Since 2000, malaria mortality rates in Africa have fallen by 66 percent overall and 71 percent among children under five.

“The African Leaders Malaria Alliance is a model for what we can do when we commit ourselves to a collective goal. Our progress is undeniable,” said Liberian President Ellen Johnson Sirleaf, adding: “This is what it looks like when we work together – this is how we build a better future for Africa.”

At the meeting, ALMA presented its annual Awards for Excellence to 13 African countries that have shown commitment, innovation and progress in the fight against malaria.

The countries include Botswana, Cape Verde, Eritrea, Namibia, Rwanda, São Tomé and Príncipe, South Africa, and Swaziland for achieving the Millennium Development Goals (MDGs) target for malaria

Rwanda, Senegal and Liberia were awarded for Performance in Malaria Control between 2011 and 2015, while Mali, Guinea and Comoros were recognized for being the Most Improved in Malaria Control between 2011 and 2015.

“These are impressive achievements,” said UN Secretary-General Ban Ki-moon, adding that, “they are a result of your vision of a malaria-free world.”

Many African leaders have made fighting malaria a key focus over the past several years, assisted by commitments from donors such as the Global Fund to Fight AIDS, Tuberculosis and Malaria, the United States’ President’s Malaria Initiative, the United Kingdom’s Department for International Development and the French government.

But the job is not finished.

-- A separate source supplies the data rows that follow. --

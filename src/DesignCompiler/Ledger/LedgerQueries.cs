using Microsoft.Data.Sqlite;

namespace DesignCompiler.Ledger;

/// <summary>Reads every table into <see cref="LedgerRows"/>, each in its key order so the result never depends on how SQLite stores the rows.</summary>
internal static class LedgerQueries
{
    public static LedgerRows ReadAll(SqliteConnection connection, SqliteTransaction transaction)
    {
        var meta = new Dictionary<string, string>(StringComparer.Ordinal);
        Each(connection, transaction, "SELECT key, value FROM meta ORDER BY key", r => meta[r.GetString(0)] = r.GetString(1));
        var designs = new Dictionary<string, string>(StringComparer.Ordinal);
        Each(connection, transaction, "SELECT hash, text FROM designs ORDER BY hash", r => designs[r.GetString(0)] = r.GetString(1));

        var entries = new List<EntryRow>();
        Each(connection, transaction,
            "SELECT seq, kind, round, design_hash, user_name, recorded_at, tool_version, prev_hash, hash FROM entries ORDER BY seq",
            r => entries.Add(new EntryRow(r.GetInt64(0), r.GetString(1), r.GetInt32(2), r.GetString(3), r.GetString(4),
                r.GetString(5), r.GetString(6), r.GetString(7), r.GetString(8))));

        var rounds = new List<RoundRow>();
        Each(connection, transaction, "SELECT round, entry_seq, plan_json, plan_data FROM rounds ORDER BY round",
            r => rounds.Add(new RoundRow(r.GetInt32(0), r.GetInt64(1), r.GetString(2), r.GetString(3))));

        var plots = new List<PlotRow>();
        Each(connection, transaction,
            "SELECT round, ordinal, block, block_index, plot_index, plot_id, row, col, arm, arm_index FROM plots ORDER BY round, ordinal",
            r => plots.Add(new PlotRow(r.GetInt32(0), r.GetInt32(1), r.GetString(2), r.GetInt32(3), r.GetInt32(4), r.GetString(5),
                NullableInt(r, 6), NullableInt(r, 7), r.GetString(8), r.GetInt32(9))));

        var records = new List<RecordRow>();
        Each(connection, transaction, "SELECT entry_seq, round, file_name, file_sha256 FROM records ORDER BY entry_seq",
            r => records.Add(new RecordRow(r.GetInt64(0), r.GetInt32(1), r.GetString(2), r.GetString(3))));

        var outcomes = new List<OutcomeRow>();
        Each(connection, transaction,
            "SELECT round, ordinal, plot_id, arm, value, value_text, missing_reason, notes, line, entry_seq FROM outcomes ORDER BY round, ordinal",
            r => outcomes.Add(new OutcomeRow(r.GetInt32(0), r.GetInt32(1), r.GetString(2), r.GetString(3),
                r.IsDBNull(4) ? null : r.GetDouble(4), NullableText(r, 5), NullableText(r, 6), r.GetString(7), r.GetInt32(8), r.GetInt64(9))));

        var amendments = new List<AmendmentRow>();
        Each(connection, transaction, "SELECT entry_seq, old_hash, new_hash, reason FROM amendments ORDER BY entry_seq",
            r => amendments.Add(new AmendmentRow(r.GetInt64(0), r.GetString(1), r.GetString(2), r.GetString(3))));

        return new LedgerRows(meta, designs, entries, rounds, plots, records, outcomes, amendments);
    }

    public static void Each(SqliteConnection connection, SqliteTransaction transaction, string sql, Action<SqliteDataReader> read)
    {
        using var command = connection.CreateCommand();
        command.Transaction = transaction;
        command.CommandText = sql;
        using var reader = command.ExecuteReader();
        while (reader.Read()) read(reader);
    }

    public static object? Scalar(SqliteConnection connection, SqliteTransaction? transaction, string sql)
    {
        using var command = connection.CreateCommand();
        command.Transaction = transaction;
        command.CommandText = sql;
        return command.ExecuteScalar();
    }

    public static void Execute(SqliteConnection connection, SqliteTransaction? transaction, string sql, params (string Name, object? Value)[] parameters)
    {
        using var command = connection.CreateCommand();
        command.Transaction = transaction;
        command.CommandText = sql;
        foreach (var (name, value) in parameters) command.Parameters.AddWithValue(name, value ?? DBNull.Value);
        command.ExecuteNonQuery();
    }

    private static int? NullableInt(SqliteDataReader reader, int column) => reader.IsDBNull(column) ? null : reader.GetInt32(column);

    private static string? NullableText(SqliteDataReader reader, int column) => reader.IsDBNull(column) ? null : reader.GetString(column);
}
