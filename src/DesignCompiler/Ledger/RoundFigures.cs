using DesignCompiler.Binding;
using DesignCompiler.Planning;
using DesignCompiler.Planning.Families;

namespace DesignCompiler.Ledger;

/// <summary>
/// The figures a round report draws beside the plan: each arm's posterior density from what the
/// round was planned on, and P(best) before any result and after each recorded round.
/// </summary>
public sealed record RoundFigures(PosteriorCurves Curves, IReadOnlyList<RoundPoint> History)
{
    /// <summary>Round 1 from the design alone: the priors.</summary>
    public static RoundFigures FromDesign(CheckedDesign design)
    {
        var model = OutcomeModels.For(design.Outcome);
        var state = new TrialState(design.Arms.Count);
        return new RoundFigures(PosteriorCurves.Of(design, model, state), ProbabilityBestHistory.PriorOnly(design, model));
    }

    /// <summary>Round <paramref name="round"/> of a trial in its ledger: everything recorded in the rounds before it.</summary>
    public static LedgerResult<RoundFigures> FromLedger(CheckedDesign design, LedgerHistory history, int round)
    {
        var model = OutcomeModels.For(design.Outcome);
        var before = TrialReplay.Before(design, history, round);
        if (before.Value is null) return LedgerResult<RoundFigures>.Fail(before.Diagnostics);
        var points = ProbabilityBestHistory.Of(design, model, history, round - 1);
        if (points.Value is null) return LedgerResult<RoundFigures>.Fail(points.Diagnostics);
        return LedgerResult<RoundFigures>.Ok(new RoundFigures(PosteriorCurves.Of(design, model, before.Value), points.Value));
    }
}
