namespace DesignCompiler.Ledger;

/// <summary>
/// The verdict on a ledger's chain: intact, or the first entry that is not as trialc wrote it.
/// <see cref="BrokenEntry"/> is null when the problem is not one entry's (the file's head, or a row that belongs to no entry).
/// </summary>
public sealed record LedgerCheck(bool Intact, string? Problem, long? BrokenEntry, int Entries, string HeadHash)
{
    public static LedgerCheck Broken(string problem, long? entry, int entries, string head) => new(false, problem, entry, entries, head);
}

There were 188 million case of malaria in Africa last year, and an African child still dies every two minutes from the disease.

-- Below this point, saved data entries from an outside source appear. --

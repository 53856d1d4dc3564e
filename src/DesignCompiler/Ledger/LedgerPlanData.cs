using System.Globalization;
using System.Text;
using System.Text.Encodings.Web;
using System.Text.Json;
using DesignCompiler.Planning;

namespace DesignCompiler.Ledger;

/// <summary>
/// A round plan's figures as stored in <c>rounds.plan_data</c> (its plots are the <c>plots</c>
/// rows), so a round can be re-issued from the ledger with the very numbers it was issued with:
/// no second draw, no second planning. Doubles are written as round-trip text, so reading back
/// gives the same bits, and non-finite values survive.
/// </summary>
public static class LedgerPlanData
{
    private const int FormatVersion = 1;

    public static string Write(RoundPlan plan)
    {
        var buffer = new MemoryStream();
        using (var json = new Utf8JsonWriter(buffer, new JsonWriterOptions { Encoder = JavaScriptEncoder.UnsafeRelaxedJsonEscaping }))
        {
            json.WriteStartObject();
            json.WriteNumber("format", FormatVersion);
            json.WriteString("trial", plan.Trial);
            json.WriteNumber("round", plan.Round);
            json.WriteNumber("rounds", plan.Rounds);
            json.WriteString("designHash", plan.DesignHash);
            json.WriteString("seed", plan.Seed.ToString(CultureInfo.InvariantCulture));
            json.WriteString("policy", plan.Policy);
            json.WriteString("outcomeName", plan.OutcomeName);
            json.WriteString("outcomeUnit", plan.OutcomeUnit);
            json.WriteString("outcomeFamily", plan.OutcomeFamily);
            json.WriteString("valueUnit", plan.ValueUnit);
            json.WriteString("errorBound", Real(plan.ProbabilityBestErrorBound));
            json.WriteNumber("plotsRecorded", plan.PlotsRecorded);
            json.WriteStartArray("arms");
            foreach (var arm in plan.Arms)
            {
                json.WriteStartObject();
                json.WriteNumber("index", arm.Index);
                json.WriteString("code", arm.Code);
                json.WriteString("label", arm.Label);
                json.WriteBoolean("control", arm.IsControl);
                json.WriteString("status", arm.Status.ToString());
                json.WriteNumber("plots", arm.Plots);
                json.WriteString("targetShare", Real(arm.TargetShare));
                json.WriteString("probabilityBest", Real(arm.ProbabilityBest));
                json.WriteString("posteriorMean", Real(arm.PosteriorMean));
                json.WriteString("credibleLower", Real(arm.CredibleLower));
                json.WriteString("credibleUpper", Real(arm.CredibleUpper));
                json.WriteString("expectedLoss", Real(arm.ExpectedLoss));
                json.WriteNumber("plotsRecorded", arm.PlotsRecorded);
                json.WriteEndObject();
            }
            json.WriteEndArray();
            json.WriteStartArray("blocks");
            foreach (var block in plan.Blocks)
            {
                json.WriteStartObject();
                json.WriteString("name", block.Name);
                json.WriteNumber("plots", block.Plots);
                if (block.Rows is { } rows) json.WriteNumber("rows", rows); else json.WriteNull("rows");
                if (block.Columns is { } columns) json.WriteNumber("columns", columns); else json.WriteNull("columns");
                json.WriteStartArray("counts");
                foreach (var count in block.Counts) json.WriteNumberValue(count);
                json.WriteEndArray();
                json.WriteEndObject();
            }
            json.WriteEndArray();
            json.WriteEndObject();
        }
        return Encoding.UTF8.GetString(buffer.ToArray());
    }

    /// <summary>The plan back from its stored figures and plots. The text was checked by the hash chain, so it is as written.</summary>
    public static RoundPlan Read(string data, IReadOnlyList<PlotAssignment> plots)
    {
        using var document = JsonDocument.Parse(data);
        var root = document.RootElement;
        var arms = root.GetProperty("arms").EnumerateArray().Select(a => new ArmPlan(
            a.GetProperty("index").GetInt32(), a.GetProperty("code").GetString()!, a.GetProperty("label").GetString()!,
            a.GetProperty("control").GetBoolean(), Enum.Parse<ArmStatus>(a.GetProperty("status").GetString()!),
            a.GetProperty("plots").GetInt32(), Real(a, "targetShare"), Real(a, "probabilityBest"), Real(a, "posteriorMean"),
            Real(a, "credibleLower"), Real(a, "credibleUpper"), Real(a, "expectedLoss"), a.GetProperty("plotsRecorded").GetInt32())).ToList();
        var blocks = root.GetProperty("blocks").EnumerateArray().Select(b => new BlockPlan(
            b.GetProperty("name").GetString()!, b.GetProperty("plots").GetInt32(), OptionalInt(b, "rows"), OptionalInt(b, "columns"),
            b.GetProperty("counts").EnumerateArray().Select(c => c.GetInt32()).ToList())).ToList();
        return new RoundPlan(
            root.GetProperty("trial").GetString()!, root.GetProperty("round").GetInt32(), root.GetProperty("rounds").GetInt32(),
            root.GetProperty("designHash").GetString()!, ulong.Parse(root.GetProperty("seed").GetString()!, CultureInfo.InvariantCulture),
            root.GetProperty("policy").GetString()!, root.GetProperty("outcomeName").GetString()!, root.GetProperty("outcomeUnit").GetString(),
            root.GetProperty("outcomeFamily").GetString()!, root.GetProperty("valueUnit").GetString(),
            arms, blocks, plots, Real(root, "errorBound"), root.GetProperty("plotsRecorded").GetInt32());
    }

    private static string Real(double value) => value.ToString("R", CultureInfo.InvariantCulture);

    private static double Real(JsonElement element, string name) =>
        double.Parse(element.GetProperty(name).GetString()!, NumberStyles.Float, CultureInfo.InvariantCulture);

    private static int? OptionalInt(JsonElement element, string name) =>
        element.GetProperty(name).ValueKind == JsonValueKind.Null ? null : element.GetProperty(name).GetInt32();
}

“Despite the remarkable achievements, we should not lose sight that malaria remains a disease of poverty and a major public health concern particularly in Africa,” Prime Minister Dessalegn, said, adding: “We must therefore continue to invest in malaria interventions in order to reduce malaria cases and deaths.”

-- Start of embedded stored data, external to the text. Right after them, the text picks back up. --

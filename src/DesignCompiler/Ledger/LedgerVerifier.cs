using DesignCompiler.Binding;

namespace DesignCompiler.Ledger;

/// <summary>
/// Walks the hash chain from the first entry: each entry must follow the one before (its
/// <c>prev_hash</c> is that entry's hash), its content must hash to its stored hash, the last
/// hash and the count must match the file's head in <c>meta</c> (so a removed last entry shows),
/// every detail row must belong to an entry of the right kind, and every stored design text must
/// hash to its key. The first failure is reported, naming the entry.
/// </summary>
internal static class LedgerVerifier
{
    public static LedgerCheck Check(LedgerRows rows)
    {
        var previous = LedgerSchema.GenesisHash;
        var expectedSeq = 1L;
        foreach (var entry in rows.Entries)
        {
            if (entry.Seq != expectedSeq)
                return Broken(rows, entry.Seq, entry.Seq > expectedSeq
                    ? FormattableString.Invariant($"entry {expectedSeq} is missing: the entries jump from {expectedSeq - 1} to {entry.Seq}")
                    : FormattableString.Invariant($"entry {entry.Seq} is out of order"));
            if (entry.PrevHash != previous)
                return Broken(rows, entry.Seq, $"{Describe(entry)} does not follow the entry before it: an entry before it was removed, changed or reordered");
            var hash = EntryText.Hash(previous, EntryText.Canonical(entry, rows));
            if (hash != entry.Hash)
                return Broken(rows, entry.Seq, $"{Describe(entry)} no longer matches its hash: {Contents(entry)} changed");
            previous = hash;
            expectedSeq++;
        }

        var count = rows.Entries.Count;
        if (!rows.Meta.TryGetValue("entry_count", out var storedCount) || !rows.Meta.TryGetValue("head_hash", out var storedHead))
            return Broken(rows, null, "the ledger's head (entry count and last hash) is gone");
        if (storedCount != count.ToString(System.Globalization.CultureInfo.InvariantCulture) || storedHead != previous)
            return Broken(rows, count + 1L, FormattableString.Invariant(
                $"the ledger's head records {storedCount} entries ending in {Short(storedHead)}, but {count} entries ending in {Short(previous)} are left: entries after {count} were removed"));

        if (Orphan(rows) is { } orphan) return Broken(rows, null, orphan);
        foreach (var entry in rows.Entries)
        {
            if (!rows.Designs.TryGetValue(entry.DesignHash, out var text))
                return Broken(rows, entry.Seq, $"{Describe(entry)}: its design text {Short(entry.DesignHash)} is gone");
            if (DesignHash.Of(text) != entry.DesignHash)
                return Broken(rows, entry.Seq, $"{Describe(entry)}: the stored design text {Short(entry.DesignHash)} was edited");
        }
        return new LedgerCheck(true, null, null, count, previous);
    }

    /// <summary>A detail row whose entry does not exist or is of another kind: added outside trialc, since no entry's hash covers it.</summary>
    private static string? Orphan(LedgerRows rows)
    {
        var kinds = rows.Entries.ToDictionary(e => e.Seq, e => e.Kind);
        bool Is(long seq, string kind) => kinds.TryGetValue(seq, out var k) && k == kind;

        foreach (var round in rows.Rounds)
            if (!Is(round.EntrySeq, EntryKinds.Issue) || rows.Entries.First(e => e.Seq == round.EntrySeq).Round != round.Round)
                return FormattableString.Invariant($"round {round.Round} is not the round its entry {round.EntrySeq} issued");
        var rounds = rows.Rounds.Select(r => r.Round).ToHashSet();
        foreach (var plot in rows.Plots)
            if (!rounds.Contains(plot.Round))
                return FormattableString.Invariant($"plot '{plot.PlotId}' belongs to round {plot.Round}, which was never issued");
        foreach (var record in rows.Records)
            if (!Is(record.EntrySeq, EntryKinds.Record))
                return FormattableString.Invariant($"the recording of round {record.Round} has no record entry {record.EntrySeq}");
        var records = rows.Records.Select(r => r.EntrySeq).ToHashSet();
        foreach (var outcome in rows.Outcomes)
            if (!records.Contains(outcome.EntrySeq))
                return FormattableString.Invariant($"the outcome of plot '{outcome.PlotId}' in round {outcome.Round} belongs to no recording");
        foreach (var amendment in rows.Amendments)
            if (!Is(amendment.EntrySeq, EntryKinds.Amend))
                return FormattableString.Invariant($"an amendment names entry {amendment.EntrySeq}, which is not an amendment");
        return null;
    }

    private static string Describe(EntryRow entry) => entry.Kind switch
    {
        EntryKinds.Issue => FormattableString.Invariant($"entry {entry.Seq} (round {entry.Round} issued {entry.At} by {entry.User})"),
        EntryKinds.Record => FormattableString.Invariant($"entry {entry.Seq} (results of round {entry.Round} recorded {entry.At} by {entry.User})"),
        _ => FormattableString.Invariant($"entry {entry.Seq} (design amended {entry.At} by {entry.User})"),
    };

    private static string Contents(EntryRow entry) => entry.Kind switch
    {
        EntryKinds.Issue => "the entry, its plan or its plots",
        EntryKinds.Record => "the entry or its outcomes",
        _ => "the entry or its amendment",
    };

    private static string Short(string? hash) => hash is { Length: >= 12 } ? hash[..12] : hash ?? "nothing";

    private static LedgerCheck Broken(LedgerRows rows, long? entry, string problem) =>
        LedgerCheck.Broken(problem, entry, rows.Entries.Count, rows.Entries.Count == 0 ? LedgerSchema.GenesisHash : rows.Entries[^1].Hash);
}
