using DesignCompiler.Binding;
using DesignCompiler.Diagnostics;
using DesignCompiler.Planning.Families;

namespace DesignCompiler.Ledger;

/// <summary>
/// Whether an amended design still fits what the ledger holds: every arm that was sown or
/// recorded is still in it, the outcome is of the same family (so recorded values keep their
/// meaning and every one is still a value the family takes), it has rounds for those issued, and
/// with rotation rules its blocks and plots are the same.
/// </summary>
public static class AmendmentCheck
{
    public static IReadOnlyList<Diagnostic> Problems(CheckedDesign amended, CheckedDesign? previous, LedgerHistory history)
    {
        var problems = new List<string>();
        var codes = amended.Arms.Select(a => a.Code).ToHashSet(StringComparer.Ordinal);
        var used = history.Rounds.SelectMany(r => r.Plots.Select(p => p.ArmCode))
            .Concat(history.Rounds.SelectMany(r => r.Recording?.Outcomes.Select(o => o.Arm) ?? []))
            .Distinct(StringComparer.Ordinal).Order(StringComparer.Ordinal);
        foreach (var code in used)
            if (!codes.Contains(code)) problems.Add($"arm '{code}' was sown in the trial but is not in the amended design");

        if (previous is not null && (previous.Outcome.Family != amended.Outcome.Family || previous.Outcome.Trials != amended.Outcome.Trials))
            problems.Add($"the outcome was {previous.Outcome.FamilyText} and would become {amended.Outcome.FamilyText}; recorded values would change meaning");
        else
        {
            var model = OutcomeModels.For(amended.Outcome);
            foreach (var round in history.Rounds)
                foreach (var outcome in round.Recording?.Outcomes ?? [])
                    if (outcome.Value is { } value && !model.Accepts(value).Ok)
                        problems.Add(FormattableString.Invariant(
                            $"the value {outcome.ValueText} recorded for plot '{outcome.PlotId}' in round {round.Round} is not one a {amended.Outcome.FamilyText} outcome takes"));
        }

        // Rotation rules compare a plot's arm with its arms in earlier rounds, plot by plot, so the plots must stay the same.
        var rotates = amended.RestRules.Count > 0 || amended.AfterRules.Count > 0;
        var field = amended.Blocks.Select(b => b.PlotId(0) + "/" + b.Plots).ToList();
        if (rotates && previous is not null && !field.SequenceEqual(previous.Blocks.Select(b => b.PlotId(0) + "/" + b.Plots)))
            problems.Add("the design has rotation rules, which need the same blocks and plots in every round, but the blocks changed");

        if (history.LastRound is { } last && amended.Rounds < last.Round)
            problems.Add(FormattableString.Invariant($"the amended design has {amended.Rounds} rounds but {last.Round} are already issued"));

        return problems.Select(p => new Diagnostic(LedgerDiagnostics.AmendmentDoesNotFit, SourceLocation.File(amended.Source.Path), [p])).ToList();
    }
}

The leaders committed to achieving and sustaining high levels of coverage with effective interventions. They committed to increasing domestic public and private funding. They acknowledged the recent enhanced commitments by the U.K. and U.S. governments, and called for similar commitments from other partners, including supporting the replenishment of the Global Fund.

The leaders reviewed the ALMA Scorecard for Accountability and Action and the ALMA 2030 Scorecard Towards Malaria Elimination. Building on these, leaders committed to develop their own national malaria control and elimination scorecards with an accountability and action mechanism.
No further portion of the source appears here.